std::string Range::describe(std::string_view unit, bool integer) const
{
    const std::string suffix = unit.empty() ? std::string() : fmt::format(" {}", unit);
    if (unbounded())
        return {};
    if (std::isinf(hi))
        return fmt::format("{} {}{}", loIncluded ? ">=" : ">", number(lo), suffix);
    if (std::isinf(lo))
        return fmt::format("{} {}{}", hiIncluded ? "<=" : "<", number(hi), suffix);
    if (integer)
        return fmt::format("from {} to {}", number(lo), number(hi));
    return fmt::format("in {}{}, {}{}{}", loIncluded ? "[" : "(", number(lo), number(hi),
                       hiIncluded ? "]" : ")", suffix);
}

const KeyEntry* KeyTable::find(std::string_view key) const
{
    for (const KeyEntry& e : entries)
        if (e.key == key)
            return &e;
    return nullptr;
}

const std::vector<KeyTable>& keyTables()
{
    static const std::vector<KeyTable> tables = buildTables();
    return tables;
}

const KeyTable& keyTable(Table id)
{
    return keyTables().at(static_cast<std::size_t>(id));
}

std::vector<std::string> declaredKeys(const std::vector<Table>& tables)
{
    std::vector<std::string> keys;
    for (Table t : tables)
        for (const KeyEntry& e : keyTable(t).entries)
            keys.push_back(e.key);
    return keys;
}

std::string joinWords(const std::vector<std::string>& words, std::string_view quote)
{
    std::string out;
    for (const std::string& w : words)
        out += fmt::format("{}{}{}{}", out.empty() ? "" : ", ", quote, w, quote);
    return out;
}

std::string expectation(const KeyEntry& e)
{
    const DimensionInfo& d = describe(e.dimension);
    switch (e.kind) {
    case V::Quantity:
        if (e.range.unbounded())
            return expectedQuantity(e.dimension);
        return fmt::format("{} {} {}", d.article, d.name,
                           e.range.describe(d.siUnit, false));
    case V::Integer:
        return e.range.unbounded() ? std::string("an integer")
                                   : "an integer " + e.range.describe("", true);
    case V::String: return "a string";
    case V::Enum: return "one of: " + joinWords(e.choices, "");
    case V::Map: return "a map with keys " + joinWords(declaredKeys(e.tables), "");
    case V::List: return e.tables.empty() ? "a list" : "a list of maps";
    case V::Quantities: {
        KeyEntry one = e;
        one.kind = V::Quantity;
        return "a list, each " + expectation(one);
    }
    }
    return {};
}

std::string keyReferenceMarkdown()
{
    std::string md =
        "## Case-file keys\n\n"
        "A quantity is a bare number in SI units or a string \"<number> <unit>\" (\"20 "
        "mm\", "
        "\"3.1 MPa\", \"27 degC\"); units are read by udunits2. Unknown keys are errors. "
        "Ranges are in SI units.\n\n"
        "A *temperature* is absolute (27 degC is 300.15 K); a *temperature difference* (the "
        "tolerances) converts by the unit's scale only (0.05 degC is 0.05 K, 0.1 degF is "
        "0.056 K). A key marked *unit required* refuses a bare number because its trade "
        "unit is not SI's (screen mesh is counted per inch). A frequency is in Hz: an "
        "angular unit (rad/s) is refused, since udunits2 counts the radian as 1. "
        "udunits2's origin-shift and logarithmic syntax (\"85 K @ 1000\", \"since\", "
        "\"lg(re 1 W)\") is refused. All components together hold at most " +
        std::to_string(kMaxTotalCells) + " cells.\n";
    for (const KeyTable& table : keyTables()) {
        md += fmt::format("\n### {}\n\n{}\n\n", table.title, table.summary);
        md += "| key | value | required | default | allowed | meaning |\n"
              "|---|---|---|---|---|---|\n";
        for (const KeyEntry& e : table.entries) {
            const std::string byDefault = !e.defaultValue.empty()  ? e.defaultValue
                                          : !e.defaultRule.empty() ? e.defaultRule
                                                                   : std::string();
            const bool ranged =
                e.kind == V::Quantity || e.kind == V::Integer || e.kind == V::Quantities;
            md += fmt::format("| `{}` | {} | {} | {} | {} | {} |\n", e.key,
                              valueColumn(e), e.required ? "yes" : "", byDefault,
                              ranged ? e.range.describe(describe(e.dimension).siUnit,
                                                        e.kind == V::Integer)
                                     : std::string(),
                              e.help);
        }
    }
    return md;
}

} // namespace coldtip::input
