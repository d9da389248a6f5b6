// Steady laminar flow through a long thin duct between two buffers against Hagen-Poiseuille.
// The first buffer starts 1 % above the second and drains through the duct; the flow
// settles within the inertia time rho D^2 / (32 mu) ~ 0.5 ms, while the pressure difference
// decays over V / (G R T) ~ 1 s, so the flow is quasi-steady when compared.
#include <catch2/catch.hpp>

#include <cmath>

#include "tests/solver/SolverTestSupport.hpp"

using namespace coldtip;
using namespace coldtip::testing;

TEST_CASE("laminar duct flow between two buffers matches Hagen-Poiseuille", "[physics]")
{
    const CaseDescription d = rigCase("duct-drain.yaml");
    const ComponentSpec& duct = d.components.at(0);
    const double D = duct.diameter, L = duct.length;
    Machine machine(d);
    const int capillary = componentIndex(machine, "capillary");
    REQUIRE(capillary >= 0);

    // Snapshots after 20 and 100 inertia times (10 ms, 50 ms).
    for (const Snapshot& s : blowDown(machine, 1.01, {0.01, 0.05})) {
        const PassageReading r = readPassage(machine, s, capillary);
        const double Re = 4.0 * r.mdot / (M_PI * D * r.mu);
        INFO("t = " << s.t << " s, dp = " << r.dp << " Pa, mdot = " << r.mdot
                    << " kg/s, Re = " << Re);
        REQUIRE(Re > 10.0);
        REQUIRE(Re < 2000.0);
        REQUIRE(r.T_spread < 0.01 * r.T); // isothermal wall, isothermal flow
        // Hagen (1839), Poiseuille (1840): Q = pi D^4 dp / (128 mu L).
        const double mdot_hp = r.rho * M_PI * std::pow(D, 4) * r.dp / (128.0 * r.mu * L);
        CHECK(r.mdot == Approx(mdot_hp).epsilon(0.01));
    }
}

::::::::

What is being asked: Take the listing above and repeat exactly the lines from the one containing "for (const std::string& w : words)" through the one containing "is refused. All", both included.

Output of the exercise:
    for (const std::string& w : words)
        out += fmt::format("{}{}{}{}", out.empty() ? "" : ", ", quote, w, quote);
    return out;
}

std::string expectation(const KeyEntry& e)
{
    const DimensionInfo& d = describe(e.dimension);
    switch (e.kind) {
    case V::Quantity:
        if (e.range.unbounded())
            return expectedQuantity(e.dimension);
        return fmt::format("{} {} {}", d.article, d.name,
                           e.range.describe(d.siUnit, false));
    case V::Integer:
        return e.range.unbounded() ? std::string("an integer")
                                   : "an integer " + e.range.describe("", true);
    case V::String: return "a string";
    case V::Enum: return "one of: " + joinWords(e.choices, "");
    case V::Map: return "a map with keys " + joinWords(declaredKeys(e.tables), "");
    case V::List: return e.tables.empty() ? "a list" : "a list of maps";
    case V::Quantities: {
        KeyEntry one = e;
        one.kind = V::Quantity;
        return "a list, each " + expectation(one);
    }
    }
    return {};
}

std::string keyReferenceMarkdown()
{
    std::string md =
        "## Case-file keys\n\n"
        "A quantity is a bare number in SI units or a string \"<number> <unit>\" (\"20 "
        "mm\", "
        "\"3.1 MPa\", \"27 degC\"); units are read by udunits2. Unknown keys are errors. "
        "Ranges are in SI units.\n\n"
        "A *temperature* is absolute (27 degC is 300.15 K); a *temperature difference* (the "
        "tolerances) converts by the unit's scale only (0.05 degC is 0.05 K, 0.1 degF is "
        "0.056 K). A key marked *unit required* refuses a bare number because its trade "
        "unit is not SI's (screen mesh is counted per inch). A frequency is in Hz: an "
        "angular unit (rad/s) is refused, since udunits2 counts the radian as 1. "
        "udunits2's origin-shift and logarithmic syntax (\"85 K @ 1000\", \"since\", "
        "\"lg(re 1 W)\") is refused. All components together hold at most " +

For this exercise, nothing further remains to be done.